## [WORK ORDER]
Only one stretch of the data below should be repeated: the lines from the line containing "[.. found.Terms.Select(t =>" through the line containing "const double a = 0.5346, b = 0.2166;", inclusive, exactly as they are.

## [EXERCISE INPUT]
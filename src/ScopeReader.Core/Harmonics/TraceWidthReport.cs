using ScopeReader.Readings;
using static ScopeReader.Harmonics.HarmonicAnalyser;

namespace ScopeReader.Harmonics;

/// <summary>Writes the widths of the strongest line down, or that it is no wider than the resolution filter.</summary>
/// <remarks>
/// A line that is wider than the filter is seen with the filter's width in it. Were both Gaussian the squares would subtract; a
/// Lorentzian line in a Gaussian filter follows W = 0.5346 L + √(0.2166 L² + B²) (Olivero and Longbothum 1977, from memory). What
/// the line is nobody knows: the reading lies between the two, and half of their distance is its bound.
/// </remarks>
internal sealed class TraceWidthReport(TraceLevels levels, double? resolutionBandwidth, ChainErrors chain, ReadingSheet sheet)
{
    private const double Resolved = 1.15, NoiseBelow = 10;
    private const int FewPoles = 4;

    // The cases are the ends of the rectangle, and 95 % of it would leave them out.
    private const double Inside = 0.94;

    private static readonly (Quantity Quantity, double Down)[] Widths =
        [(Quantities.Bandwidth3Db, 3.010299956639812), (Quantities.Bandwidth6Db, 6.020599913279624), (Quantities.Bandwidth60Db, 60)];

    public void Write(int top, TraceLine line)
    {
        foreach ((Quantity quantity, double down) in Widths)
            Write(quantity, down, top, line);
    }

    private void Write(Quantity quantity, double down, int top, TraceLine line)
    {
        double noise = levels.Noise(top).MeanDb - line.LevelDb;
        if (noise > -down - NoiseBelow && down > 6.1)
        {
            sheet.Refuse("noise", Text($"the noise lies {-noise:F0} dB under the line, and this width needs {down + NoiseBelow:F0} dB; narrow the resolution bandwidth"), quantity);
            return;
        }
        if (TraceWidth.Of(levels, top, line, down) is not { } found)
        {
            sheet.Refuse("outside-span", Text($"the span ends before the line has fallen by {down:F0} dB; widen it"), quantity);
            return;
        }
        double width = found.Width * chain.FrequencyFactor;
        if (resolutionBandwidth is not { } filter)
        {
            sheet.RefuseBelow("no-resolution-bandwidth", $"< {Engineering.Format(width, "Hz", 3)}: line and resolution filter together, for the file states no resolution bandwidth", width, quantity);
            return;
        }
        double narrow = filter * ResolutionFilter.GaussianWidth(down), wide = filter * ResolutionFilter.SynchronousWidth(FewPoles, down);
        if (width < Resolved * wide)
        {
            double bound = Math.Max(width, narrow);
            sheet.RefuseBelow("unresolved", $"< {Engineering.Format(bound, "Hz", 3)}: at most the resolution bandwidth of {Engineering.Format(filter, "Hz", 3)}, whose filter is as wide there; narrow it", bound, quantity);
            return;
        }
        double gaussian = Math.Sqrt(width * width - narrow * narrow), lorentzian = Lorentzian(width, wide), middle = (gaussian + lorentzian) / 2;
        double share = width / middle;
        sheet.Add(new Reading(quantity, middle, "Hz", chain.ForTime(middle,
            [.. found.Terms.Select(t => t.Times(share)), BudgetTerm.Rectangular("line shape", Math.Abs(gaussian - lorentzian) / 2 / Inside)]), "crossings")
        {
            Note = $"{Engineering.Format(width, "Hz", 4)} as seen through the resolution bandwidth of {Engineering.Format(filter, "Hz", 3)}",
        });
    }

    // W = a L + √(b L² + B²) solved for L: (a² - b) L² - 2aW L + W² - B² = 0.
    private static double Lorentzian(double width, double filter)
    {
        const double a = 0.5346, b = 0.2166;
        double p = a * a - b, q = -2 * a * width, r = width * width - filter * filter;
        return (-q - Math.Sqrt(q * q - 4 * p * r)) / (2 * p);
    }
}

## [RESPONSE TO THE TASK]
            [.. found.Terms.Select(t => t.Times(share)), BudgetTerm.Rectangular("line shape", Math.Abs(gaussian - lorentzian) / 2 / Inside)]), "crossings")
        {
            Note = $"{Engineering.Format(width, "Hz", 4)} as seen through the resolution bandwidth of {Engineering.Format(filter, "Hz", 3)}",
        });
    }

    // W = a L + √(b L² + B²) solved for L: (a² - b) L² - 2aW L + W² - B² = 0.
    private static double Lorentzian(double width, double filter)
    {
        const double a = 0.5346, b = 0.2166;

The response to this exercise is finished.